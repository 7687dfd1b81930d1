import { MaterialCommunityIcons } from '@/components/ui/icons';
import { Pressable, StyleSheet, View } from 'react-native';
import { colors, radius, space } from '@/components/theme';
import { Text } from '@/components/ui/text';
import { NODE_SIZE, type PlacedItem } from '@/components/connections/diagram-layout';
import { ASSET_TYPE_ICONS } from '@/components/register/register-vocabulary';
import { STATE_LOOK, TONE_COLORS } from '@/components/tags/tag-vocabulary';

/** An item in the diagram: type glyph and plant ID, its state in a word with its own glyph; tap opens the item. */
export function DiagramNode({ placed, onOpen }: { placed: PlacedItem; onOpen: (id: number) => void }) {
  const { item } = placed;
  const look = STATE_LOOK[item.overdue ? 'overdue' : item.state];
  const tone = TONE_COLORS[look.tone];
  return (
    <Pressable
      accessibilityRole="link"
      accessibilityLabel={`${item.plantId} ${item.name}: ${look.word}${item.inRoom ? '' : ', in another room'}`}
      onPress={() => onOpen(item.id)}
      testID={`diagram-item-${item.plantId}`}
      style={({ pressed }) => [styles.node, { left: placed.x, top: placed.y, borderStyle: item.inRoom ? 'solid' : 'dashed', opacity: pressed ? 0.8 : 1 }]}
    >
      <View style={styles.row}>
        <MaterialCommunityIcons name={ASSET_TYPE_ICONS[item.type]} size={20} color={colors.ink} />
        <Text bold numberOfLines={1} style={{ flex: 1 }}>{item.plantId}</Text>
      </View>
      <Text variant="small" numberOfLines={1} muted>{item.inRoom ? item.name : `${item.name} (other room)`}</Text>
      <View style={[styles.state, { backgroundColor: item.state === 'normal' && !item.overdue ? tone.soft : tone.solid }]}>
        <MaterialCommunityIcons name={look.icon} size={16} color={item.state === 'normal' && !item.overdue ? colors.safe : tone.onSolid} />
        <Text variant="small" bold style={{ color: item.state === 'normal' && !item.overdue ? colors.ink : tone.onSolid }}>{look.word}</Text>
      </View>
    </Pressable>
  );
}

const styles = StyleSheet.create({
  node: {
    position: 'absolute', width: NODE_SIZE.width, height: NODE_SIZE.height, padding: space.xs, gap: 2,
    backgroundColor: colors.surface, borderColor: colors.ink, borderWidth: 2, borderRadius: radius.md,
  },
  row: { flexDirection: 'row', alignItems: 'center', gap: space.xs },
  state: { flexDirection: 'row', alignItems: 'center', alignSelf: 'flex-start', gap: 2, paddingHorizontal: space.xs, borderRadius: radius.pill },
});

**Your goal**
Copy each line of the listing above that contains the word "components".

**Result below**
import { MaterialCommunityIcons } from '@/components/ui/icons';
import { colors, radius, space } from '@/components/theme';
import { Text } from '@/components/ui/text';
import { NODE_SIZE, type PlacedItem } from '@/components/connections/diagram-layout';
import { ASSET_TYPE_ICONS } from '@/components/register/register-vocabulary';
import { STATE_LOOK, TONE_COLORS } from '@/components/tags/tag-vocabulary';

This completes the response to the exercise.